Aleksandr Bogomoev Александр Богомоев

Personal information
- Native name: Александр Павлович Богомоев
- Full name: Aleksandr Pavlovich Bogomoev
- Born: November 17, 1989 (age 36) Ust-Ordynsky, Irkutsk Oblast, Russia
- Height: 1.61 m (5 ft 3 in)

Sport
- Country: Russia
- Sport: Wrestling
- Weight class: 61 kg
- Event: Freestyle
- Club: High school sports of Buryatia
- Coached by: Valery Ivanov, Lev Bardamov, Alexander Vilisov

Medal record
Men's freestyle wrestling
Representing Russia
European Games
| Gold medal – first place | 2015 Baku | 61 kg |
European Championships
| Gold medal – first place | 2020 Rome | 61 kg |
World Cup
| Gold medal – first place | 2011 Makhachkala | 60 kg |
| Silver medal – second place | 2014 Los Angeles | 61 kg |
Russian National Championships
| Gold medal – first place | 2016 Yakutsk | 57 kg |
| Gold medal – first place | 2015 Kaspiisk | 61kg |
| Gold medal – first place | 2014 Yakutsk | 61kg |
| Bronze medal – third place | 2012 St.Petersburg | 60kg |
| Bronze medal – third place | 2011 Yakutsk | 55kg |
Golden Grand Prix Ivan Yarygin
| Gold medal – first place | 2020 Krasnoyarsk | 61 kg |
| Gold medal – first place | 2015 Krasnoyarsk | 61 kg |
| Gold medal – first place | 2016 Krasnoyarsk | 57 kg |
| Silver medal – second place | 2011 Krasnoyarsk | 55 kg |
| Bronze medal – third place | 2018 Krasnoyarsk | 61 kg |
| Bronze medal – third place | 2012 Krasnoyarsk | 55 kg |
Golden Grand Prix Baku
| Bronze medal – third place | 2015 Baku | 61 kg |

= Aleksandr Bogomoev =

Russian freestyle wrestler (born 1989)

Aleksandr Pavlovich Bogomoev (Александр Павлович Богомоев; born 17 November 1989) is a Russian retired freestyle wrestler. 2011 World cup winner, 2015 European Games gold medalist and 2020 European champion. 3x Russian national champion.

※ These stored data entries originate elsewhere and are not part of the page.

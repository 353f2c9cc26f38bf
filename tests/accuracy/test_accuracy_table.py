"""The table of outside values holds, and the README shows it as it is."""

from __future__ import annotations

import re
import runpy
from pathlib import Path

import pytest

from tolerances import EXACT

HERE = Path(__file__).parent
TABLE = runpy.run_path(str(HERE / "table.py"), run_name="read")
README = (HERE.parents[1] / "README.md").read_text(encoding="utf-8")


@pytest.mark.parametrize("topic", TABLE["TOPICS"], ids=lambda topic: topic.words)
def test_outside_values(topic) -> None:
    count, worst = topic.worst()
    assert count > 0 and worst < EXACT
    shown = re.search(re.escape(f"| {topic.words} | {topic.source} | ") + r"(\d+) \| below (1e-\d+) \|", README)
    assert shown, "the README has another table; run python tests/accuracy/table.py"
    # another machine's last digits may move a difference over the next power of ten
    assert int(shown[1]) == count and worst < 10 * float(shown[2])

He competed for the men's freestyle 61 kg at the World Wrestling Championships 2014 in Tashkent, Uzbekistan. He was eliminated in the quarterfinal rounds by Cuba's Yowlys Bonne.

He is a three-time winner of the Golden Grand Prix Ivan Yarygin (2015, 2016, 2020) and three-time Russian national champion (2014, 2015, 2016).

He is an international Master of Sports in freestyle wrestling.